Stick around. we’re going to find out.
If free market competition is the best way of allocating resources, are underdeveloped countries therefore a logical consequence or an aberration?
Just ran across this article by George Monbiot on biofuels, which illustrates the point I’m trying to make.
Clearly, the free market prioritized allocating resources towards biofuels over food. Is that justifiable in itself, or is it justifiable only because the free market did it?
This is a terrible example. From the article you linked:
And, in fact, “hundreds of millions” is selling it short (it’s comfortably into the billions). A singularly idiotic government action should not be used as an opportunity to denigrate free markets. Do you know of any large scale biofuel programs that do not rely on government support for their viability?
From here (pdf):
(Wiki describes the CCPA as a “left-of-centre progressive policy research institute,” if you’re curious.)
The questions you should be asking are: Who is the government subsidizing and why?
The biofuels industry is a relatively new one with potential for expansion and therefore major profits could be made. But obviously, as with any new business, it will take several years before a profit could be turned, meaning if corporations like Archer Daniels Midland sank only their own money into it they’d cut into their own profits from other sources. Why risk their own fortunes when you can lobby congressmen from your home state (ADM is in Illinois - the conclusion is left as an exercise for the reader) to allocate tax revenue towards it instead?
So the risk is socialized (we’re paying for it as a country) but the profits are privatized (ADM rakes it all in). The government subsidized biofuel production not on its own initiative or as a genuine, well-thought-out response to the looming petrochemical energy crisis, but at the behest of corporate interests looking for an easy way to invest without risk. The free market pushed for, and got, these subsidies, with the result that more agricultural output is diverted towards a dubious fuel solution than to consumption for food (either direct or indirect in the form of cattle feed).

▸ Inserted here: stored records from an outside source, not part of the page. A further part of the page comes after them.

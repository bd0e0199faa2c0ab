#!/usr/bin/python3
"""End-to-end check of the data files of `vibrogate sweep`.

Runs the demo scenario (configs/demo.ini) into temporary directories and
reads sweep.nc with netCDF4-python and sweep.csv with a plain line parser:

- CF-1.8 layout: one dimension and coordinate variable per axis in the axis
  order of vg_grid.h, canonical units of the physics conventions (meV, K,
  "1"), scalar variables for the other parameters, metric variables over all
  axes with units, long_name, _FillValue and a "coordinates" list (CF-1.8
  sections 2.6, 3.1, 3.3, 5.7; NetCDF's default double fill, netcdf.h);
- global attributes (Conventions, title, source, history, config_text,
  constants checked against CODATA 2018);
- every metric equals its CSV column to the last bit (float() of the
  "%.17g" text, compared as 64-bit patterns), empty CSV fields exactly where
  the NetCDF value is the fill value, no NaN or Inf anywhere;
- 1 and 2 threads give identical CSV bytes and identical NetCDF values;
- `--set parameters.temperature=310 K` (and 287.5 K when the demo is at
  310 K already, so that the column visibly changes) sets the temperature
  column and is recorded in config_overrides.

Prints one line `PASS: what` or `FAIL: what: why` per check.  Environment:
VG_BUILD (build directory, default "build").
"""
import math
import os
import shutil
import subprocess
import sys
import tempfile

import numpy as np
import netCDF4

sys.path.insert(0, os.path.join(os.path.dirname(os.path.dirname(os.path.abspath(__file__))), "lib"))
from vgcheck import ROOT, build_path, report, failed  # noqa: E402

BINARY = build_path("vibrogate")
CONFIG = os.path.join(ROOT, "configs", "demo.ini")

# Axis order, slowest first (vg_grid.h) and canonical units (docs/theory.md table).
AXIS_ORDER = ["temperature", "mode", "huang_rhys", "electronic_coupling",
              "reorganization", "gap"]
UNITS = {"gap": "meV", "reorganization": "meV", "electronic_coupling": "meV",
         "huang_rhys": "1", "mode": "meV", "temperature": "K"}
# CSV parameter columns, in CSV order (vg_output.h / docs).
CSV_PARAMS = ["gap_meV", "reorganization_meV", "electronic_coupling_meV",
              "huang_rhys", "mode_meV", "temperature_K"]
CSV_KEYS = ["gap", "reorganization", "electronic_coupling", "huang_rhys", "mode",
            "temperature"]
NC_FILL_DOUBLE = 9.9692099683868690e+36  # netcdf.h



def run_sweep(out, *extra):
    cmd = [BINARY, "sweep", CONFIG, "--out", out, "--quiet"] + list(extra)
    p = subprocess.run(cmd, cwd=ROOT, capture_output=True, text=True, timeout=900)
    return p.returncode, p.stderr.strip()


def read_csv(path):
    """Header list and rows as lists of strings (empty fields kept)."""
    with open(path, "r", newline="") as f:
        text = f.read()
    lines = text.split("\n")
    if lines and lines[-1] == "":
        lines.pop()
    return lines[0].split(","), [ln.split(",") for ln in lines[1:]], text


def bits(a):
    return np.ascontiguousarray(np.asarray(a, dtype=np.float64)).view(np.uint64)


def param_names(ds):
    return [k for k in AXIS_ORDER if k in ds.variables]


def metric_names(ds):
    return [v for v in ds.variables if v not in AXIS_ORDER]


def raw(var):
    var.set_auto_maskandscale(False)
    return np.array(var[...], dtype=np.float64)


def check_globals(ds):
    a = ds.__dict__
    report(ds.file_format == "NETCDF4", "netcdf: NetCDF-4 format", ds.file_format)
    report(a.get("Conventions") == "CF-1.8", "netcdf: Conventions CF-1.8", a.get("Conventions"))
    report(bool(a.get("title")), "netcdf: title present")
    report(str(a.get("source", "")).startswith("vibrogate "), "netcdf: source",
           a.get("source"))
    report(bool(a.get("history")), "netcdf: history present")
    with open(CONFIG, "r") as f:
        report(a.get("config_text") == f.read(), "netcdf: config_text is the config file",
               "differs")
    report("model prediction" in str(a.get("comment", "")), "netcdf: comment says model predictions")
    report(a.get("mode_statistics") in ("thermal", "frozen"), "netcdf: mode_statistics",
           a.get("mode_statistics"))
    tol = a.get("tolerance")
    report(tol is not None and 0 < float(tol) < 1, "netcdf: tolerance", tol)
    report("CODATA 2018" in str(a.get("physical_constants", "")), "netcdf: constants named")
    # CODATA 2018: k_B = 8.617333262e-5 eV/K, hbar = 6.582119569e-16 eV s.
    kb, hbar = a.get("k_B_eV_per_K"), a.get("hbar_eV_s")
    report(kb is not None and abs(float(kb) / 8.617333262e-5 - 1) < 1e-9,
           "netcdf: k_B is CODATA 2018", kb)
    report(hbar is not None and abs(float(hbar) / 6.582119569e-16 - 1) < 1e-9,
           "netcdf: hbar is CODATA 2018", hbar)
    report("config_overrides" not in a, "netcdf: no config_overrides without --set")


def check_layout(ds):
    dims = list(ds.dimensions)
    want = [k for k in AXIS_ORDER if k in dims]
    report(dims == want and len(dims) > 0, "netcdf: dimensions in axis order", dims)
    report(sorted(param_names(ds)) == sorted(AXIS_ORDER), "netcdf: all six parameters stored",
           param_names(ds))
    bad = []
    for k in param_names(ds):
        v = ds.variables[k]
        shape_ok = v.dimensions == ((k,) if k in dims else ())
        if not shape_ok or v.getncattr("units") != UNITS[k] or not v.getncattr("long_name"):
            bad.append(k)
    report(not bad, "netcdf: coordinate/scalar variables, units and long_name", bad)
    # CF-1.8 section 1.3: coordinate variables are strictly monotonic.
    bad = [k for k in dims if not (np.all(np.diff(raw(ds.variables[k])) > 0)
                                   or np.all(np.diff(raw(ds.variables[k])) < 0))]
    report(not bad, "netcdf: coordinate variables strictly monotonic", bad)
    scalars = sorted(k for k in AXIS_ORDER if k not in dims)
    bad = []
    for m in metric_names(ds):
        v = ds.variables[m]
        a = v.__dict__
        if (v.dimensions != tuple(dims) or v.dtype != np.float64 or not a.get("units")
                or not a.get("long_name") or a.get("_FillValue") != NC_FILL_DOUBLE
                or sorted(str(a.get("coordinates", "")).split()) != scalars):
            bad.append(m)
    report(metric_names(ds) and not bad, "netcdf: metric variables (dims, units, _FillValue)", bad)


def check_finite(ds, rows):
    bad = [n for n in ds.variables
           if not np.all(np.isfinite(raw(ds.variables[n])))]
    report(not bad, "netcdf: no NaN or Inf", bad)
    bad = 0
    for r in rows:
        for x in r:
            if x and not math.isfinite(float(x)):
                bad += 1
    report(bad == 0, "csv: no NaN or Inf", "%d fields" % bad)


def check_csv_params(ds, header, rows):
    report(header[:6] == CSV_PARAMS, "csv: parameter columns", header[:6])
    dims = list(ds.dimensions)
    shape = [len(ds.dimensions[d]) for d in dims]
    npts = int(np.prod(shape)) if shape else 1
    report(len(rows) == npts, "csv: one row per grid point", "%d rows, %d points" % (len(rows), npts))
    if len(rows) != npts:
        return
    idx = np.unravel_index(np.arange(npts), shape) if shape else ()
    bad = []
    for c, key in enumerate(CSV_KEYS):
        vals = raw(ds.variables[key])
        want = vals[idx[dims.index(key)]] if key in dims else np.full(npts, float(vals))
        got = np.array([float(r[c]) for r in rows])
        if not np.array_equal(bits(got), bits(want)):
            bad.append(key)
    report(not bad, "csv: parameter columns equal the NetCDF coordinates bit for bit", bad)


def check_csv_metrics(ds, header, rows):
    names = metric_names(ds)
    report(header[6:] == names, "csv: metric columns are the NetCDF metrics", header[6:])
    if header[6:] != names:
        return
    bad = []
    for j, m in enumerate(names):
        nc = raw(ds.variables[m]).ravel()  # C order = flat grid order
        col = [r[6 + j] for r in rows]
        fill = np.array([x == "" for x in col])
        got = np.array([float(x) if x else NC_FILL_DOUBLE for x in col])
        if not (np.array_equal(fill, nc == NC_FILL_DOUBLE)
                and np.array_equal(bits(got), bits(nc))):
            bad.append(m)
    report(not bad, "csv: every metric equals the NetCDF value to the last bit", bad)


def check_one_run(out):
    nc_path, csv_path = os.path.join(out, "sweep.nc"), os.path.join(out, "sweep.csv")
    left = sorted(os.listdir(out))
    data = [n for n in left if not n.startswith("map-")]
    # the demo also draws its maps (configs/demo.ini [output] figures)
    report(data == ["sweep.csv", "sweep.nc"] and not any(n.startswith(".") for n in left),
           "sweep: the two data files (and maps), no temporary file",
           left)
    if not (os.path.exists(nc_path) and os.path.exists(csv_path)):
        return
    header, rows, _ = read_csv(csv_path)
    with netCDF4.Dataset(nc_path) as ds:
        check_globals(ds)
        check_layout(ds)
        check_finite(ds, rows)
        check_csv_params(ds, header, rows)
        check_csv_metrics(ds, header, rows)


def same_nc_values(a, b):
    with netCDF4.Dataset(a) as da, netCDF4.Dataset(b) as db:
        if list(da.variables) != list(db.variables):
            return False
        return all(np.array_equal(bits(raw(da.variables[n])), bits(raw(db.variables[n])))
                   for n in da.variables)


def check_threads(tmp):
    one, two = os.path.join(tmp, "t1"), os.path.join(tmp, "t2")
    r1, r2 = run_sweep(one, "--threads", "1"), run_sweep(two, "--threads", "2")
    if not report(r1[0] == 0 and r2[0] == 0, "threads: 1 and 2 threads run", "%s %s" % (r1, r2)):
        return
    with open(os.path.join(one, "sweep.csv"), "rb") as f1, \
            open(os.path.join(two, "sweep.csv"), "rb") as f2:
        report(f1.read() == f2.read(), "threads: identical CSV bytes", "files differ")
    report(same_nc_values(os.path.join(one, "sweep.nc"), os.path.join(two, "sweep.nc")),
           "threads: identical NetCDF values", "values differ")


def check_one_set(tmp, value, base, base_rows):
    setting = "parameters.temperature=%g K" % value
    out = os.path.join(tmp, "set%g" % value)
    rc, err = run_sweep(out, "--set", setting)
    if not report(rc == 0, "set: sweep with --set %s runs" % setting, err):
        return
    header, rows, _ = read_csv(os.path.join(out, "sweep.csv"))
    temps = set(float(r[header.index("temperature_K")]) for r in rows)
    report(temps == {value}, "set: temperature column is %g K" % value, sorted(temps)[:5])
    if value not in base:
        report(temps != base, "set: temperature column changed from the demo's",
               "before %s, after %s" % (sorted(base)[:5], sorted(temps)[:5]))
    report(len(rows) * len(base) == len(base_rows), "set: the other axes unchanged",
           "%d rows vs %d" % (len(rows), len(base_rows)))
    with netCDF4.Dataset(os.path.join(out, "sweep.nc")) as ds:
        ov = ds.__dict__.get("config_overrides", "")
        report(setting in ov, "set: config_overrides records %s" % setting, ov)
        t = ds.variables["temperature"]
        report(t.dimensions == () and float(raw(t)) == value,
               "set: temperature is a scalar %g K" % value, t.dimensions)
        report(t.__dict__.get("comment") == "set on the command line (--set)",
               "set: temperature notes its origin", t.__dict__.get("comment"))


def check_set(tmp, base_out):
    """--set parameters.temperature=310 K; the demo itself is at 310 K, so
    also 287.5 K, which must change the column."""
    header, base_rows, _ = read_csv(os.path.join(base_out, "sweep.csv"))
    col = header.index("temperature_K")
    base = set(float(r[col]) for r in base_rows)
    for value in [310.0] + ([287.5] if base == {310.0} else []):
        check_one_set(tmp, value, base, base_rows)


def main():
    if not os.access(BINARY, os.X_OK):
        report(False, "e2e data", "program '%s' not found (run make first)" % BINARY)
        return 1
    if not os.path.isfile(CONFIG):
        report(False, "e2e data", "demo config '%s' not found" % CONFIG)
        return 1
    tmp = tempfile.mkdtemp(prefix="vg_e2e_data.")
    try:
        base = os.path.join(tmp, "base")
        rc, err = run_sweep(base)
        if report(rc == 0, "sweep: demo runs", "status %d: %s" % (rc, err)):
            check_one_run(base)
            check_threads(tmp)
            check_set(tmp, base)
    finally:
        shutil.rmtree(tmp, ignore_errors=True)
    return 1 if failed() else 0


if __name__ == "__main__":
    sys.exit(main())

Socialism, a system based on meeting human need, would take this factor into serious consideration (as well as the fact that biofuel production increases the release of nitrous oxide, another greenhouse gas) before taking further steps to put the program into operation.
It’s “best” as in most efficient at meeting the wants and needs of the market. It doesn not make sure everyones wants and needs are met.
What does one have to do with the other? Underdeveloped countries are often kleptocracies that has nothing to do with the free market. They also often don’t have the resources in the first place.
Socialists seem to think there is just this giant fixed pool of wealth out there that somehow just magically appears. To them it is simply a matter of just taking from a bigger pot and putting it in the smaller ones one. Wealth needs to be created.
You could argue that it a perfect purely socialist world there would be no need for money, so wealth wouldn’t be needed at all.
But still, I don’t know which socialists you’ve been talking to that have that point of view. I certainly haven’t met any, despite living in a country that most Americans seem to think is a small step from being Communist.
Money <> Wealth.
That pretty much damns it from a socialist point of view.
How would you explain the bloody colonialism and imperialism of the eighteenth and nineteenth centuries, then?
Mmm, nope - even a cursory reading of the Communist Manifesto disproves that argument.
We understand perfectly well that wealth needs to be created, and the source of that wealth (both material and economic) is the working class. Without their ability to work, nothing gets made, and for capitalists that means nothing to buy or sell. Socialism advocates taking the power over that material wealth out of the hands of the people who don’t work to make any of it and putting it firmly in the hands of those who do.
Never said it did.
And my point still stands.
What does your boss do all day? Why do you think business owners provide no value to a business?
Also, do you believe that labor provides some intrinsic value to the output?